• **REQUIRED WORK**
Every line that holds the word "dumps" needs to be copied from the data below.

── RECORDED INFORMATION

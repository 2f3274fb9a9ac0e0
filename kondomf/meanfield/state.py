"""State files: a solution and the other minima met, in an HDF5 file from which other commands go on."""

import json
from collections.abc import Mapping
from dataclasses import asdict, fields, replace
from pathlib import Path
from typing import Any

import numpy as np

import kondomf
from kondomf.errors import InputError
from kondomf.files import write_atomically
from kondomf.material import material_from_dict
from kondomf.meanfield.solution import Solution, Trial
from kondomf.meanfield.zero_modes import SoftMode, ZeroModes
from kondomf.meanfield.zone import uniform
from kondomf.model import build_model

FORMAT = "kondomf state"
SCHEMA = 2
ARRAYS = {"phi": "meV", "p": "1", "correlators": "1", "multipliers": "meV"}
"""Stored arrays of a solution and their units."""
NOT_SCALAR = (*ARRAYS, "model", "zone", "inputs", "soft_mode", "others")


def save_state(solution: Solution, path: Path, *, overwrite: bool = False) -> None:
    """Write `solution` to an HDF5 file, whole or not at all. Raises InputError if the file cannot be written."""
    import h5py

    def write(temporary: Path) -> None:
        with h5py.File(temporary, "w") as file:
            file.attrs.update(format=FORMAT, schema=SCHEMA, version=kondomf.__version__)
            file.attrs["inputs"] = json.dumps(solution.inputs)
            file["channels"] = solution.model.table
            _write(file, solution)
            for number, other in enumerate(solution.others):
                _write(file.create_group(f"others/{number}"), other)

    write_atomically(path, write, overwrite=overwrite)


def _write(group: Any, solution: Solution) -> None:
    """One solution, without others, model and inputs, into an HDF5 group."""
    names = [field.name for field in fields(solution) if field.name not in NOT_SCALAR]
    scalars = {name: getattr(solution, name) for name in names}
    scalars["trials"] = [asdict(trial) for trial in solution.trials]
    scalars["ended_lower"] = asdict(solution.ended_lower) if solution.ended_lower else None
    scalars["zero_modes"] = asdict(solution.zero_modes) if solution.zero_modes else None
    group["evidence"] = json.dumps(scalars)  # an attribute could not hold the trials of a long search
    for name, unit in ARRAYS.items():
        group[name] = getattr(solution, name)
        group[name].attrs["units"] = unit
    if mode := solution.soft_mode:
        group["soft_mode"] = mode.change
        group["soft_mode"].attrs.update(curvature=mode.curvature, degeneracy=mode.degeneracy, units="1")


def _read(group: Any) -> dict[str, Any]:
    """What `_write` has written, by the names of the fields."""
    found: dict[str, Any] = {name: np.array(group[name]) for name in ARRAYS}
    found |= json.loads(group["evidence"].asstr()[()])
    if "soft_mode" in group:
        mode = group["soft_mode"]
        found["soft_mode"] = SoftMode(float(mode.attrs["curvature"]), int(mode.attrs["degeneracy"]), np.array(mode))
    return found


def load_state(path: Path) -> Solution:
    """Read a state file; the model is rebuilt from its inputs.

    Raises InputError: missing, not HDF5, truncated, not a state file, or of another schema or model.
    """
    import h5py

    if path.is_dir():
        raise InputError(f"{path} is a directory; give the state file that kondomf solve MATERIAL --state wrote")
    if not path.is_file():
        raise InputError(f"no state file {path}; write one with: kondomf solve MATERIAL --state {path}")
    try:
        with h5py.File(path, "r") as file:
            found = (str(file.attrs.get("format", "")), file.attrs.get("schema", 0))
            if found != (FORMAT, SCHEMA):
                raise InputError(
                    f"{path} is {_description(found)}; this version reads state files of schema {SCHEMA}: "
                    "solve the material again with --state"
                )
            channels = np.array(file["channels"])
            inputs = json.loads(file.attrs["inputs"])
            others = file.get("others", {})
            states = [_read(file), *(_read(others[str(number)]) for number in range(len(others)))]
    except (OSError, KeyError, RuntimeError, TypeError, json.JSONDecodeError) as error:
        raise InputError(
            f"{path} cannot be read as a state file (truncated or not HDF5): {error}; "
            "solve the material again with --state"
        ) from error
    material = material_from_dict(inputs, where=str(path))
    model = build_model(material)
    if not np.array_equal(channels, model.table):
        raise InputError(f"{path} was written for other channels than this version builds; solve the material again")
    zone = uniform(material.zone.points, material.zone.offset)
    try:
        best, *rest = (Solution(model=model, zone=zone, inputs=inputs, **_evidence(state)) for state in states)
        return replace(best, others=tuple(rest))
    except (KeyError, TypeError) as error:
        raise InputError(
            f"{path} holds other evidence than this version reads ({error}); solve the material again with --state"
        ) from None


def _evidence(found: Mapping[str, Any]) -> dict[str, Any]:
    """The fields of a solution from what JSON makes of them."""
    zero, lower = found["zero_modes"], found["ended_lower"]
    return {"soft_mode": None, "others": ()} | {
        **found,
        "trials": tuple(Trial(**trial) for trial in found["trials"]),
        "ended_lower": Trial(**lower) if lower else None,
        "history": tuple(tuple(entry) for entry in found["history"]),
        "curvatures": tuple(found["curvatures"]),
        "zero_modes": ZeroModes(**zero) if zero else None,
    }


def _description(found: tuple[str, object]) -> str:
    name, schema = found
    return f"a {name} file of schema {schema}" if name else "an HDF5 file of another kind"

────

• **PROBLEM SOLUTION**
            file.attrs["inputs"] = json.dumps(solution.inputs)
    group["evidence"] = json.dumps(scalars)  # an attribute could not hold the trials of a long search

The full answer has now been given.